Benjamin’s concepts are not metaphysical abstractions, but relate to concrete historical experiences. I have, therefore, chosen to illustrate his remarks with examples – both from modern European and ancient Jewish history – inspired, directly or indirectly, by his own writings. I have also added a number of contemporary Latin American examples. Though this may initially be surprising, it seems to me that this addresses an important issue pointing up both the universality and the topicality of Walter Benjamin’s concept of history. I came upon the ‘Theses’ at the point when popular insurrectional movements were developing in central America: the document enabled me to understand these events better and, conversely, they shed a new light on the text.
For the original French edition of this work I took as my starting point Maurice de Gandillac’s sober and elegant translation published in 1971 by Éditions Maurice Nadeau in the collection of Benjamin’s essays entitled Poésie et vérité, even though it is imprecise at a considerable number of points.9 I also often drew on the incomplete, but infinitely precious translation drafted by Benjamin himself, which differs in certain respects from the German text and hence constitutes something of a variant. Lastly, following the example of Italian scholars, I have added to the known list of theses a new one that figures as number XVIII in the copy discovered some years ago by Giorgio Agamben.10 This thesis already appeared among the preparatory notes published in the Gesammelte Schriften as number XVIIa. The Handexemplar found by Agamben shows that Benjamin intended to include it in the final version of the document. It is, indeed, an autonomous text of the greatest importance, and not a variant. It figures here as Thesis XVIIa, to avoid changing the accepted numbering of the last theses.
For the interpretation of the ‘Theses’, I have often referred to the preparatory notes, published in volume I, 3 of the Gesammelte Schriften, some of which are available in English translation as ‘Paralipomena to “On the Concept of History”’.11
A few personal remarks to close this introduction. I discovered the ‘Theses “On the Concept of History”’ belatedly. Paradoxically, it was thanks to the writings of Gershom Scholem, whom I met in Jerusalem in 1979, that I became aware of this document, at a point when I was becoming interested in the relations between messianism and utopianism in Judaism. Yet the text had been available in French since 1947 and in German since 1950. I do not know whether this delay is to be attributed to ignorance, blindness or misjudgement. In any event, there is, in my intellectual itinerary, a before and an after the discovery of the Thesen “Uber den Begriff der Geschichte”.
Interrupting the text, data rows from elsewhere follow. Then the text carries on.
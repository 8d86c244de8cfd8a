/* run.c: the core of the client library: runs, and everything between a
 * batch and the messages: tags, SUBMIT chunks, ACCEPTED/REFUSED answers,
 * storing RESULTS exactly once, ACKs, re-sending after a reconnect. No I/O:
 * it is fed decoded messages (client_runs_on_message) and emits the
 * messages to send into the core's outbox (client_core_emit, core.h); the
 * transport (client.c) moves them, the blocking calls (blocking.c) wait. It
 * never sees the client object or a socket.
 *
 * Tags. Slot s (= genome index * replicates + replicate) of a batch has tag
 * tag_base + s; a run hands out tag ranges from a counter, so tags are unique
 * within the run and a result maps back to (batch, index, replicate) by a
 * binary search over the run's batches. The counter starts at 0 and counts
 * genome x replicate in submission order, so tags are deterministic: a
 * process that resumes a run id and submits the same genomes in the same
 * order sends the same tags, and the broker (whose request identity is run
 * id and tag) answers them from its store without evaluating them again. It
 * also means one client per run at a time: the broker refuses a recorded tag
 * that comes with another genome.
 *
 * Not here: the socket and the pump (client.c), waiting (blocking.c),
 * result storage (batch.c). */
#include <sodium.h>
#include <stdio.h>
#include <stdlib.h>
#include <string.h>

#include "common/clock.h"
#include "key.h"
#include "ring.h"
#include "run.h"

#define CLIENT_RETRY_EVERY_MS 1000   /* re-send refused re-sends this often ... */
#define CLIENT_RETRY_FOR_MS 60000    /* ... for this long (workers re-register) */

static void s_resend(fitfarm_run_t *run);

fitfarm_run_t *client_run_find(const client_core_t *core, const char *run_id)
{
    for (fitfarm_run_t *run = core->runs; run; run = run->next)
        if (strcmp(run->id, run_id) == 0)
            return run;
    return NULL;
}
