class Sweep(Settings):
    name: str = Field(min_length=1, pattern=r"^[A-Za-z0-9][A-Za-z0-9_.-]*$")
    question: str = ""
    datasets: list[DatasetSettings] = Field(min_length=1)
    models: list[ModelSettings] = Field(min_length=1)
    grid: GridSettings
    rank_by: Optional[Annotated[str, Field(json_schema_extra={"enum": list(RANKING_METRICS)})]] = None  # default: ari with labels, silhouette without
    evidence: EvidenceSettings = Field(default_factory=EvidenceSettings)
    storage_dtype: Literal["float32", "float16"] = "float32"  # how pooled vectors are kept in the cache
    search: SearchSettings = Field(default_factory=SearchSettings)

    @field_validator("models", mode="before", json_schema_input_type=list[Union[str, ModelSettings]])
    @classmethod
    def _model_shorthand(cls, values: Any) -> Any:
        if isinstance(values, list):
            return [{"name": v} if isinstance(v, str) else v for v in values]
        return values

    @field_validator("rank_by")
    @classmethod
    def _known_metric(cls, value: Optional[str]) -> Optional[str]:
        if value is not None and value not in RANKING_METRICS:
            raise ValueError(_one_of(value, RANKING_METRICS, "a ranking metric"))
        return value

    @field_validator("datasets")
    @classmethod
    def _distinct_dataset_names(cls, values: list) -> list:
        _unique([dataset_name(d) for d in values], "dataset name")
        return values

    @field_validator("models")
    @classmethod
    def _distinct_models(cls, values: list[ModelSettings]) -> list[ModelSettings]:
        _unique([m.label for m in values], "model")
        return values


def _key_path(loc: tuple, data: Any, missing_key: bool) -> tuple[list[Any], str]:
    """The YAML path an error location points at, and its dotted form.

    Pydantic inserts union tags ('umap', 'function-after[...]') into locations; they
    match no key in the data and are skipped, except the last step of a
    missing-key error, which names that key.
    """
    path, node = [], data
    for position, step in enumerate(loc):
        if isinstance(node, dict) and step in node:
            node = node[step]
        elif isinstance(node, list) and isinstance(step, int) and 0 <= step < len(node):
            node = node[step]
        elif missing_key and position == len(loc) - 1 and isinstance(node, dict):
            node = None
        else:
            continue
        path.append(step)
    dotted = ""
    for step in path:
        dotted += f"[{step}]" if isinstance(step, int) else (f".{step}" if dotted else str(step))
    return path, dotted


def _message(error: dict) -> str:
    kind, message = error["type"], error["msg"]
    if kind == "value_error":
        return message.removeprefix("Value error, ")
    if kind == "extra_forbidden":
        return "unknown key"
    if kind == "missing":
        return "required key is missing"
    if kind == "union_tag_invalid":
        ctx = error.get("ctx", {})
        return f"{ctx.get('tag')!r} is not a known {ctx.get('discriminator', '').strip(chr(39))}; expected one of {ctx.get('expected_tags', '')}"
    if kind == "union_tag_not_found":
        return f"missing '{error.get('ctx', {}).get('discriminator', '').strip(chr(39))}' key"
    got = error.get("input")
    shown = f" (got {got!r})" if not isinstance(got, (dict, list)) else ""
    return f"{message[0].lower()}{message[1:]}{shown}"


def sweep_from_text(text: str, source: str, base_dir: Path) -> Sweep:
    """Parse and validate sweep text; ``source`` names it in errors."""
    try:
        data = yaml.safe_load(text)
    except yaml.MarkedYAMLError as err:
        mark = err.problem_mark or err.context_mark
        where = f"{source}:{mark.line + 1}" if mark else source
        raise SweepError(f"{where}: not valid YAML: {err.problem or err.context}") from None
    except yaml.YAMLError as err:
        raise SweepError(f"{source}: not valid YAML: {str(err).splitlines()[0]}") from None
    if not isinstance(data, dict):
        raise SweepError(f"{source}:1: the sweep must be a mapping with keys name, datasets, models, grid; got {type(data).__name__}")
    try:
        return Sweep.model_validate(data, context={"base_dir": base_dir})
    except ValidationError as err:
        first = err.errors()[0]
        path, dotted = _key_path(first["loc"], data, first["type"] == "missing")
        line = _yaml_lines.line_of(_yaml_lines.node_lines(text), path)
        where = f"{source}:{line}" if line else source
        raise SweepError(f"{where}: {dotted or '(top level)'}: {_message(first)}") from None


def load_sweep(path: str | Path) -> Sweep:
    """Read and validate a sweep file. Raises SweepError with one line on any problem."""
    path = Path(path)
    try:
        raw = path.read_bytes()
    except OSError as err:
        raise SweepError(f"{path}: cannot read the sweep file: {err.strerror}") from None
    try:
        text = raw.decode("utf-8")
    except UnicodeDecodeError as err:
        raise SweepError(f"{path}: the sweep file is not valid UTF-8 (byte {err.start})") from None
    return sweep_from_text(text, str(path), path.parent)


def sweep_error_at(source: str | Path, key_path: list[Any], message: str) -> SweepError:
    """A SweepError for a key found wrong after parsing (against the data or the model), with its line."""
    try:
        line = _yaml_lines.line_of(_yaml_lines.node_lines(Path(source).read_text()), key_path)
    except (OSError, yaml.YAMLError):
        line = None
    dotted = ""
    for step in key_path:
        dotted += f"[{step}]" if isinstance(step, int) else (f".{step}" if dotted else str(step))
    return SweepError(f"{source}:{line}: {dotted}: {message}" if line else f"{source}: {dotted}: {message}")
Since I read the text some twenty years ago, it has continued to haunt, fascinate, intrigue and move me. I have read it, reread it and reread it again tens of times, with the sense – or the illusion – at each rereading of discovering new aspects, of delving deeper into the infinite density of the text, of at last understanding what, just a short time ago, still seemed hermetic and opaque. I admit that there are still zones of shade for me in some passages, while others seem blinding in their clarity, their inner luminosity, their incontestable self-evidence. These differences show themselves in the very unequal treatment of the theses in my commentary.
Above all, however, the reading of ‘Theses’ has shaken my certainties, upset my hypotheses, overturned (some of) my firmly held beliefs: in short, it has forced me to think differently on a whole string of fundamental questions: progress, religion, history, utopianism and politics. Nothing has emerged unscathed from this crucial encounter.
Gradually, I have also come to realize the universal scope of Benjamin’s propositions, their relevance in understanding – ‘from the standpoint of the defeated’ – not just the history of the oppressed classes, but also that of women (half of humanity), of Jews, Gypsies, American Indians, Kurds, blacks, sexual minorities – in a word, of the pariahs (in the sense Hannah Arendt gave to this term) of all ages and all continents.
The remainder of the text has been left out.